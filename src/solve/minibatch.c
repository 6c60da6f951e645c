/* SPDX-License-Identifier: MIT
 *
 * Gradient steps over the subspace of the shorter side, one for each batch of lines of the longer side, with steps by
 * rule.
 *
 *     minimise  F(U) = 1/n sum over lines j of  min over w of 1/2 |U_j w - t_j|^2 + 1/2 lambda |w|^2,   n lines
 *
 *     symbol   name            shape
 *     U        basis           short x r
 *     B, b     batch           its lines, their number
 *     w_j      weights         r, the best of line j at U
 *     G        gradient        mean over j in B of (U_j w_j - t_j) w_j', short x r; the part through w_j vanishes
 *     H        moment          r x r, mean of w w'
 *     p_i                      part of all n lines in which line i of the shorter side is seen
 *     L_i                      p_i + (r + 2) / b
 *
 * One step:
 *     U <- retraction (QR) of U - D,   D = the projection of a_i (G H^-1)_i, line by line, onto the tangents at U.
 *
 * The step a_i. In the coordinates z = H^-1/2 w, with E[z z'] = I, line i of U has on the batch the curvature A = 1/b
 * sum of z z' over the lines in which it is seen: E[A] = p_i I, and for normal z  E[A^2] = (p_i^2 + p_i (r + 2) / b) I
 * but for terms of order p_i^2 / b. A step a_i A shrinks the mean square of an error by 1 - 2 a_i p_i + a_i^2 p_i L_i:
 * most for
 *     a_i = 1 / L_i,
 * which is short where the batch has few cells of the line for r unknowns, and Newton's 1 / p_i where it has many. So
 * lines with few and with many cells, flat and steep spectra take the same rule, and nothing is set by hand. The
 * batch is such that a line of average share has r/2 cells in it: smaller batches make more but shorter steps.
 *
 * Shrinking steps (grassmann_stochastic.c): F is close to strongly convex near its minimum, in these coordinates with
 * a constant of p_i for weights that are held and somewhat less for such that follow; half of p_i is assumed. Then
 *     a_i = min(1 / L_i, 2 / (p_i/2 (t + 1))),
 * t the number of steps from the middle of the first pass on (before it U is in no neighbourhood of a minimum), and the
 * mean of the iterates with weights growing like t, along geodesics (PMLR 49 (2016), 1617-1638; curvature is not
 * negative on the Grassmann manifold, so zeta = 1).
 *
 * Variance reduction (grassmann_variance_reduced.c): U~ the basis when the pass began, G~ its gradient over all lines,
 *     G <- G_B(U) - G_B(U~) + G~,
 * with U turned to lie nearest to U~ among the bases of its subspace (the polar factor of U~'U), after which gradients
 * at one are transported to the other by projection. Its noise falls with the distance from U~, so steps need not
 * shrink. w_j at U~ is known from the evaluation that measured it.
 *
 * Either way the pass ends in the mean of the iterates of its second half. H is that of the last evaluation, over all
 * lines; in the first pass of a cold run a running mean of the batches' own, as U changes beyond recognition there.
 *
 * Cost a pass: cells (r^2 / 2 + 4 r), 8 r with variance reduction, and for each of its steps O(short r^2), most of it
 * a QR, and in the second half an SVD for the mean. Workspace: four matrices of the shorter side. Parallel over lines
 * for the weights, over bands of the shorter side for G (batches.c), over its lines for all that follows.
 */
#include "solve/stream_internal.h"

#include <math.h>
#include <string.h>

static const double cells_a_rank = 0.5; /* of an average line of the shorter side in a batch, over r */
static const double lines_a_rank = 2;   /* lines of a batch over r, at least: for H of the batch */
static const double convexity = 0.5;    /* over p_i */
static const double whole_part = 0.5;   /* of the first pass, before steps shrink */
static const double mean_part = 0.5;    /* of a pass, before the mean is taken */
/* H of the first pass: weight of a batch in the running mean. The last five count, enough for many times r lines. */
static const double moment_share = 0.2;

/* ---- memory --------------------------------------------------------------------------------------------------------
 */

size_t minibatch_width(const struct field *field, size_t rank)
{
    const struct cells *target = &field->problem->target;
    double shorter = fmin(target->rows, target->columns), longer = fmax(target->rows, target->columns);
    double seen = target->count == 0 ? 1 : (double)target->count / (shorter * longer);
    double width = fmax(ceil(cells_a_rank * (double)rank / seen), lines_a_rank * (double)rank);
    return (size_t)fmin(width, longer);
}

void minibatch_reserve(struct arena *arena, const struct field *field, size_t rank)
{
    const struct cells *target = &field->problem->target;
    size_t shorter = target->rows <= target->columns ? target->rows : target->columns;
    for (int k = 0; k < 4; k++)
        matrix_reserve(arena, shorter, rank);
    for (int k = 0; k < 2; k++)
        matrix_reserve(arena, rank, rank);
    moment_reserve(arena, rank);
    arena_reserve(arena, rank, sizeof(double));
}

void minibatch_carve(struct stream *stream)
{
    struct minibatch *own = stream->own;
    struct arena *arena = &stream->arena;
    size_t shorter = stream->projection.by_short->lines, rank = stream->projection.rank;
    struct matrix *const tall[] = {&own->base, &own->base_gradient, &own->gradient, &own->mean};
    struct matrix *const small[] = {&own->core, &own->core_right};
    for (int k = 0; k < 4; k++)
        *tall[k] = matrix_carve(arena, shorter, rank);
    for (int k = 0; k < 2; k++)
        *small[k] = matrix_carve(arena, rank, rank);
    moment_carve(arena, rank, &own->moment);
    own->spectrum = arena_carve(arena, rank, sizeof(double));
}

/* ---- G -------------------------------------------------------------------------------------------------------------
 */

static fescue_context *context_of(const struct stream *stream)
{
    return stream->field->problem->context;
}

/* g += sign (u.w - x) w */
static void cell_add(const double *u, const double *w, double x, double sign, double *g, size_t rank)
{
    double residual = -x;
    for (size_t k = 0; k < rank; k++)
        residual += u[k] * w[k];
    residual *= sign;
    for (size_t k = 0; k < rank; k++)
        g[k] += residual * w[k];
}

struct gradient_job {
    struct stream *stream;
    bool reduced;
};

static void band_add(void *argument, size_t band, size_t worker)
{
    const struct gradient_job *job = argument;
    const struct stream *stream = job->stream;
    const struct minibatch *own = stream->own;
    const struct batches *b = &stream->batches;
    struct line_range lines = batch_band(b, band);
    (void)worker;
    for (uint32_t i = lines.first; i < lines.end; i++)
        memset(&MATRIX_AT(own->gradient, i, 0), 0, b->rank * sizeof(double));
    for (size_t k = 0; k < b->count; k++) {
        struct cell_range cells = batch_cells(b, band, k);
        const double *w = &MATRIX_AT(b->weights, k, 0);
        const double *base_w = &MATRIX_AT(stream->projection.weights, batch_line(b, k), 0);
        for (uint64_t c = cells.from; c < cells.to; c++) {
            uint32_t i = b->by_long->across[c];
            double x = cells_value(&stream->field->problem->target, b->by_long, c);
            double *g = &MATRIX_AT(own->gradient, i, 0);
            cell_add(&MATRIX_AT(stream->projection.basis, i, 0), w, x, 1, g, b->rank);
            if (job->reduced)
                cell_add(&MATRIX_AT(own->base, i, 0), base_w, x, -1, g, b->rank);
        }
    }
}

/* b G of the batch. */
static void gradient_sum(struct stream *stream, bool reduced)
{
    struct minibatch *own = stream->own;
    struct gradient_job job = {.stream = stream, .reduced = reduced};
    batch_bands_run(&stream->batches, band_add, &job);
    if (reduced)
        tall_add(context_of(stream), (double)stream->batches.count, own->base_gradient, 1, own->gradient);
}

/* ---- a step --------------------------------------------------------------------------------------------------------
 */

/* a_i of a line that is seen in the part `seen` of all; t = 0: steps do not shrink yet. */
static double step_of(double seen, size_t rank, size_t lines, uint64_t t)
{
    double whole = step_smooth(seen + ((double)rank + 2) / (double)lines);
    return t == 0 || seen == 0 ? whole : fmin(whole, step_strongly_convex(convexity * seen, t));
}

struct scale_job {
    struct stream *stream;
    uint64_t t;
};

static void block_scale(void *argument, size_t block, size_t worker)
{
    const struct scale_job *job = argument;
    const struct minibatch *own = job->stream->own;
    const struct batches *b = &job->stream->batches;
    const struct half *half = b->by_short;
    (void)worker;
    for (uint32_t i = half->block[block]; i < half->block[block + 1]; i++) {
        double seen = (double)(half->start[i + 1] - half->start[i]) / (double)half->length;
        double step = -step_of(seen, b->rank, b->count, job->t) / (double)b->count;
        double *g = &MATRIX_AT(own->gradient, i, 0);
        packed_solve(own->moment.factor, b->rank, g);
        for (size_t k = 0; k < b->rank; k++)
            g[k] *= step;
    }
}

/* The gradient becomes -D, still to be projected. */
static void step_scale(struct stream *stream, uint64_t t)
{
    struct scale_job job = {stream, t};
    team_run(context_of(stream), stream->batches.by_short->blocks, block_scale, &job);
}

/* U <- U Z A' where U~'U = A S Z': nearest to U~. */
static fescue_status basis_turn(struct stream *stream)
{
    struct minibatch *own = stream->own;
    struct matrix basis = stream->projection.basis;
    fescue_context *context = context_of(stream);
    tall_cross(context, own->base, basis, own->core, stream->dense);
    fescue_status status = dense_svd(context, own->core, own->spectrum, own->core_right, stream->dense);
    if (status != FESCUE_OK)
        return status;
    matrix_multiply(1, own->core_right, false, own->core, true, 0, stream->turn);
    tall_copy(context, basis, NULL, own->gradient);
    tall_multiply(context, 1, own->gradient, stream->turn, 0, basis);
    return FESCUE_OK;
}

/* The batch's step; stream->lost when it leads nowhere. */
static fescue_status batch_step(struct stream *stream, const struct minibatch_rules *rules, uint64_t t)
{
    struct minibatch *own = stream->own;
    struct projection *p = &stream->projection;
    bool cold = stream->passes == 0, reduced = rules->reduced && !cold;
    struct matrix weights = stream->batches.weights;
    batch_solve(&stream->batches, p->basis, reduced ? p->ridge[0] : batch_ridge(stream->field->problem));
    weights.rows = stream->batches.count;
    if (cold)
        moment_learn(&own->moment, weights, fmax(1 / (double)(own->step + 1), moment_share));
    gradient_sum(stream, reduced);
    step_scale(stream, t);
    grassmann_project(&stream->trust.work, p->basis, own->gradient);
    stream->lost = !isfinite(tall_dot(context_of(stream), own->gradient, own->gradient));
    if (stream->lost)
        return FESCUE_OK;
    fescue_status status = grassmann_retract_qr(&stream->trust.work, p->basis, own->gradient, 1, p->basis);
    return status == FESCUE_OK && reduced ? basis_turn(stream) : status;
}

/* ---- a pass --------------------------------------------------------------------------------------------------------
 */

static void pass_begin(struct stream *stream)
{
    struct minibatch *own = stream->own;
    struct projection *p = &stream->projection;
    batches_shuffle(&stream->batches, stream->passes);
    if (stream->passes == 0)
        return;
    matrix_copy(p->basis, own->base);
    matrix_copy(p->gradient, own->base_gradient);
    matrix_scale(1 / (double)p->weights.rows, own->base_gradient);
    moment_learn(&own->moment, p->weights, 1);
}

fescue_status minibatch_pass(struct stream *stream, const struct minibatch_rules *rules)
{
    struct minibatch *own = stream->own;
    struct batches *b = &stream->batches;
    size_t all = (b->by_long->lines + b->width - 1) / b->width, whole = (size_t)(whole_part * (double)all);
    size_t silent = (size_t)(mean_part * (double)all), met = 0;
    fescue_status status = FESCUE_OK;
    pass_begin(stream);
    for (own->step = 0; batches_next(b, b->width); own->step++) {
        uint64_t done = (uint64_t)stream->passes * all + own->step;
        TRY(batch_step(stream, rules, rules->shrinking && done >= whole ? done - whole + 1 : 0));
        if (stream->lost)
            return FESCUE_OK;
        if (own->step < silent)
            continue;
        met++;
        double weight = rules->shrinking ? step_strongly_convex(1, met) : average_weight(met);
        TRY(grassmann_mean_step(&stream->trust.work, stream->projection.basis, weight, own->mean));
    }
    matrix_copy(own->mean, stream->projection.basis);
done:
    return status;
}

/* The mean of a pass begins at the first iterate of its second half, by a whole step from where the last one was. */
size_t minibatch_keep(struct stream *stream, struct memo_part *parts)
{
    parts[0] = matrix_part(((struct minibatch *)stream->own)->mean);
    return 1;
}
━━━━━━
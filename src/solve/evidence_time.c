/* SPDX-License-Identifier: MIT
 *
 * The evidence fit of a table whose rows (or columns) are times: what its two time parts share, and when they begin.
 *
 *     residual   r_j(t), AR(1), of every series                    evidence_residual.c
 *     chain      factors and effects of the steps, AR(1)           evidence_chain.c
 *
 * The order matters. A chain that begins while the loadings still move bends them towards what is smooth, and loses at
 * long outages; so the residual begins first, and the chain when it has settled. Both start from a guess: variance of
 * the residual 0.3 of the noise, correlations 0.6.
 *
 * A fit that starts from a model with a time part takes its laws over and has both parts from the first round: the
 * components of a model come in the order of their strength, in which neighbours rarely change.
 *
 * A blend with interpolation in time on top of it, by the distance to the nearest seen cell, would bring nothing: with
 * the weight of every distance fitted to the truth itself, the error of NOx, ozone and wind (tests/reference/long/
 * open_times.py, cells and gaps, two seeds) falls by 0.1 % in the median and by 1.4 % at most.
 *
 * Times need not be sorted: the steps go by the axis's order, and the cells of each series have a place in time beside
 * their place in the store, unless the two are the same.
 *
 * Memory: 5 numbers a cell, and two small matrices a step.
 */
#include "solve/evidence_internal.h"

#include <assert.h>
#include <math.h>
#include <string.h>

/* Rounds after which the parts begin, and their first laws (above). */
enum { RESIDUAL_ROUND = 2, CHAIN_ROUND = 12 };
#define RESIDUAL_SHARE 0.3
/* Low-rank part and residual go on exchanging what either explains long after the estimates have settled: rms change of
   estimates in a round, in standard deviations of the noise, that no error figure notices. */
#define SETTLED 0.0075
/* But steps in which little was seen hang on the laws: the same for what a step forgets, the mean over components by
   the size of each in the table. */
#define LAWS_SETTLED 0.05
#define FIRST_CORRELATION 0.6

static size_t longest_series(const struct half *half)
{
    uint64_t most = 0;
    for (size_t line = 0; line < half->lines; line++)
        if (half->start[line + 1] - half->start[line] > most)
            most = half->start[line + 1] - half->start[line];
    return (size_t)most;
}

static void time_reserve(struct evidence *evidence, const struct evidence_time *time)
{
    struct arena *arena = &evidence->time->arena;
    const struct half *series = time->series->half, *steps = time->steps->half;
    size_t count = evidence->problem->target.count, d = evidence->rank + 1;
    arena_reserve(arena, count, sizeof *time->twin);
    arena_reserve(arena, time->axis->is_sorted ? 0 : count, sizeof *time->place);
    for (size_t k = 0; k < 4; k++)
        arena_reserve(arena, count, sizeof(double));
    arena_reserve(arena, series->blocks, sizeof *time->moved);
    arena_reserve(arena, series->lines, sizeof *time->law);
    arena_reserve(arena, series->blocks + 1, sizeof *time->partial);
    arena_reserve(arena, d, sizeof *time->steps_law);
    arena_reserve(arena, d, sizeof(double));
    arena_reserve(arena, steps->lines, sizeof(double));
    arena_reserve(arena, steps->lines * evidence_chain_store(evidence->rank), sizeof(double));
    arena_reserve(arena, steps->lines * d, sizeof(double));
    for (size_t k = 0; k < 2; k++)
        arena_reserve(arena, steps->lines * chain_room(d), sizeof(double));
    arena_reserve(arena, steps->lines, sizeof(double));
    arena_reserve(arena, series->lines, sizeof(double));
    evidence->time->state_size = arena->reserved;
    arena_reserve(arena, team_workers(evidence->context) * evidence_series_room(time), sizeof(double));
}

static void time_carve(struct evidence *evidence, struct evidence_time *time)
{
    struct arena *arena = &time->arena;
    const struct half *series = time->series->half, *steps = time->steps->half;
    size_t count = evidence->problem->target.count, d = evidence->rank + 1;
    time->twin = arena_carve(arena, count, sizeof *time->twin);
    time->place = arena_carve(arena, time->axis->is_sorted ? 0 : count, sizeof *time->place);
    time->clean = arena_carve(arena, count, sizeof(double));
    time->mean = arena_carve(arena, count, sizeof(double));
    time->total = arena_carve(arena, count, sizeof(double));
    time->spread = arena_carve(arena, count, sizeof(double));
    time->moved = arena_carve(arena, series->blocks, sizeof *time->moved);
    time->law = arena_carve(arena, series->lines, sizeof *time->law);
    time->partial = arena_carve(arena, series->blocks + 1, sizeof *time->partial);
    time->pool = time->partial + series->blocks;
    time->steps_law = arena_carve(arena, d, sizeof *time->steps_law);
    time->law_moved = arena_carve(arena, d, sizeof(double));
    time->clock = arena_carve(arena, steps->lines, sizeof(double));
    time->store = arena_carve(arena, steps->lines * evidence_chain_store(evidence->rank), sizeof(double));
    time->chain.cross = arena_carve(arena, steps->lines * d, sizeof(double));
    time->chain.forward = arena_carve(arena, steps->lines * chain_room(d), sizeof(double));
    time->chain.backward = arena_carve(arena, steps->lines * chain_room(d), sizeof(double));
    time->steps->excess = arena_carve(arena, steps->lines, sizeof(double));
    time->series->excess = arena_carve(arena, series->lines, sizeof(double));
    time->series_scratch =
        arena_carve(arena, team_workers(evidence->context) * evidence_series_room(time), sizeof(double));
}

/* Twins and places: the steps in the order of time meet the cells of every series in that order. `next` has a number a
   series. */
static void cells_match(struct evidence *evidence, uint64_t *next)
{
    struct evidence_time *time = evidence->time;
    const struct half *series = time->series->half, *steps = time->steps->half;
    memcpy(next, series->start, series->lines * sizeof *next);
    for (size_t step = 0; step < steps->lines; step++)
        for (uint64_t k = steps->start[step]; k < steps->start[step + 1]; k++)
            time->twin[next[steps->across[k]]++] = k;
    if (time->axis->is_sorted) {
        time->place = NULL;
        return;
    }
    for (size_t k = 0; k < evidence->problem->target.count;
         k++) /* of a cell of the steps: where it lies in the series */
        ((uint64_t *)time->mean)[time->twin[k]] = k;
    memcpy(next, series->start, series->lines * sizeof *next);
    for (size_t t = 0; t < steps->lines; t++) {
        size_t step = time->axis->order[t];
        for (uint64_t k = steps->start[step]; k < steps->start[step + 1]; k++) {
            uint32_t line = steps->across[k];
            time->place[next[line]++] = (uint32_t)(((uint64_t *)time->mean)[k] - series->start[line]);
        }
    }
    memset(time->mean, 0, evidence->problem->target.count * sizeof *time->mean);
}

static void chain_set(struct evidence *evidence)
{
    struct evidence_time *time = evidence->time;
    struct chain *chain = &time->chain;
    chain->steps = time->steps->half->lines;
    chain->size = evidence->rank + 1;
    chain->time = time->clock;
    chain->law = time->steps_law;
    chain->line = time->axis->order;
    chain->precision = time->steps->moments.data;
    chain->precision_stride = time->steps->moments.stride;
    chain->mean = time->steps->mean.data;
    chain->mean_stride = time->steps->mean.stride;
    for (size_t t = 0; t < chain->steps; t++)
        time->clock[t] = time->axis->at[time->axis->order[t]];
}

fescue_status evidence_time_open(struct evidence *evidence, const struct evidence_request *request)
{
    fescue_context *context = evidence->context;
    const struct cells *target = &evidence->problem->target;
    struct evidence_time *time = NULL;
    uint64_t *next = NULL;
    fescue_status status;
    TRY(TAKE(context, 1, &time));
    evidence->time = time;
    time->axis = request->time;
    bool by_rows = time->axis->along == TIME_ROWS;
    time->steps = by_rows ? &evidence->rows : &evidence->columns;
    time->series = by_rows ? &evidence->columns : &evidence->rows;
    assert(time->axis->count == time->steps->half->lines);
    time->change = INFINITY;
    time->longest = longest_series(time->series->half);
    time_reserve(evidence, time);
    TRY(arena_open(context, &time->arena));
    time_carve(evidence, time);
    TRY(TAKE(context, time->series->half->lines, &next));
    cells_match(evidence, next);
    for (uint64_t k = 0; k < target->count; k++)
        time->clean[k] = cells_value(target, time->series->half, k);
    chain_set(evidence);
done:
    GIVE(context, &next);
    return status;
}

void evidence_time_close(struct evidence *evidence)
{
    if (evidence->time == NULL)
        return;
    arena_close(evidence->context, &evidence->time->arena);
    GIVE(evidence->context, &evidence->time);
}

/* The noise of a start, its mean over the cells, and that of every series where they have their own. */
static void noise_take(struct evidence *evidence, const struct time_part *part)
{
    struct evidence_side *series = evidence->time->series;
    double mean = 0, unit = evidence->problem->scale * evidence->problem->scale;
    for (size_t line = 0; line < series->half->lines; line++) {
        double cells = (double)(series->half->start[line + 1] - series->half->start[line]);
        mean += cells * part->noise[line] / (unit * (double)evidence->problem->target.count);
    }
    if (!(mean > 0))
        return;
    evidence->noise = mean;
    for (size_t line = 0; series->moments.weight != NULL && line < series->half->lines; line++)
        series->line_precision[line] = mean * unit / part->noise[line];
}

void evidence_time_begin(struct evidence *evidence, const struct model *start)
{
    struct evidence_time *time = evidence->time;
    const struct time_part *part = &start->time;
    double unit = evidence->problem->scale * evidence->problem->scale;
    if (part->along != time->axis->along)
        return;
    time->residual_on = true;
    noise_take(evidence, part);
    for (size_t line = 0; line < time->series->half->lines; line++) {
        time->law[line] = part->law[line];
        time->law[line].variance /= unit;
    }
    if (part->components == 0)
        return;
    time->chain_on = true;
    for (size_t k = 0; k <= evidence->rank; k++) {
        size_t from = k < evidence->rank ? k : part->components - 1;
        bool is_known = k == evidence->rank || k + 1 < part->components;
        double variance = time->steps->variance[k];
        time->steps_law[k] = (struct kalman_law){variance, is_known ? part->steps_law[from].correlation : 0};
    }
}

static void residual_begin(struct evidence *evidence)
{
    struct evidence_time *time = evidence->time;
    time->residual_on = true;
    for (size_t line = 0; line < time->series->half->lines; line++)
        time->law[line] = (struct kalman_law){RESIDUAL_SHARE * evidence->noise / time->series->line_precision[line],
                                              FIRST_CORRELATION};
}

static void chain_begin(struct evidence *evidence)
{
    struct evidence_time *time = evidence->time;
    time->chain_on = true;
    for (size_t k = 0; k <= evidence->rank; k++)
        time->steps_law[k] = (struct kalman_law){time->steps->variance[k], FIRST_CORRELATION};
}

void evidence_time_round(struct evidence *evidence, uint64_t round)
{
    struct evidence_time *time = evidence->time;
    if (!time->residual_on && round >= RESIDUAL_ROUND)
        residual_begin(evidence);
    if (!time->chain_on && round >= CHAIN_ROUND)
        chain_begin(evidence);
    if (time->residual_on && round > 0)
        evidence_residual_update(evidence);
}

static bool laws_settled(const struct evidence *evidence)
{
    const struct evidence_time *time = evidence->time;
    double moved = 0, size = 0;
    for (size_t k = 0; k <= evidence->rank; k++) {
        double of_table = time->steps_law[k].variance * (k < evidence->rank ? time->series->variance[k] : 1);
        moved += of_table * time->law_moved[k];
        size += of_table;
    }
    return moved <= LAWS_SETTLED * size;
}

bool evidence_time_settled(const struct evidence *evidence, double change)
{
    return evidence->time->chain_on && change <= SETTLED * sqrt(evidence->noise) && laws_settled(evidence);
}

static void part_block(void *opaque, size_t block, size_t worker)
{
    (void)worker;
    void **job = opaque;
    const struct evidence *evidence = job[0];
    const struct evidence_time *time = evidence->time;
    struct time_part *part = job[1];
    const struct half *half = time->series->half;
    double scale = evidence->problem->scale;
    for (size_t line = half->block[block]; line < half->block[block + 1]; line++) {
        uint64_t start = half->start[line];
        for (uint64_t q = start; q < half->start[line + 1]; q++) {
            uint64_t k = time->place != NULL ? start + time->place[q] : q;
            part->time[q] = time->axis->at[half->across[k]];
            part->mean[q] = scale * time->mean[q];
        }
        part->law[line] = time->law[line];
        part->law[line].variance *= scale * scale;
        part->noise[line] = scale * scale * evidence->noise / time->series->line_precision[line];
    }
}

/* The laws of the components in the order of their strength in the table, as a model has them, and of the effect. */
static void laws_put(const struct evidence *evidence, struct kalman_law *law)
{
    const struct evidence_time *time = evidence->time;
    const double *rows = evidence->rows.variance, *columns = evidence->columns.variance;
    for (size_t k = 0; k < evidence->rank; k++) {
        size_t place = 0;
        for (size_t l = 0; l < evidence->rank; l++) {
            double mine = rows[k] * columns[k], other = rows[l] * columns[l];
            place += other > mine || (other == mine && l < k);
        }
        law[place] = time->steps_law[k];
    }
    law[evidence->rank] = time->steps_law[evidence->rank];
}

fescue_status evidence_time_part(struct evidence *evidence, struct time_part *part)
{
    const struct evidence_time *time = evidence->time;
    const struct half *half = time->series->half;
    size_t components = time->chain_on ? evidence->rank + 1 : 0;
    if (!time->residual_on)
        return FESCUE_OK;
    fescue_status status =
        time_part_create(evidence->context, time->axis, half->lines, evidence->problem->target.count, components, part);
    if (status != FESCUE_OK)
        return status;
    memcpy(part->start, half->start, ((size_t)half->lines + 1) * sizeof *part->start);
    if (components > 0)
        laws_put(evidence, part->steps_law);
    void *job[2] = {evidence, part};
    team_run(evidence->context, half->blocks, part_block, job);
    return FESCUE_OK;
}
━━━━━━
Give back every line of the listing where the word "dense" shows up.

    tall_cross(context, own->base, basis, own->core, stream->dense);
    fescue_status status = dense_svd(context, own->core, own->spectrum, own->core_right, stream->dense);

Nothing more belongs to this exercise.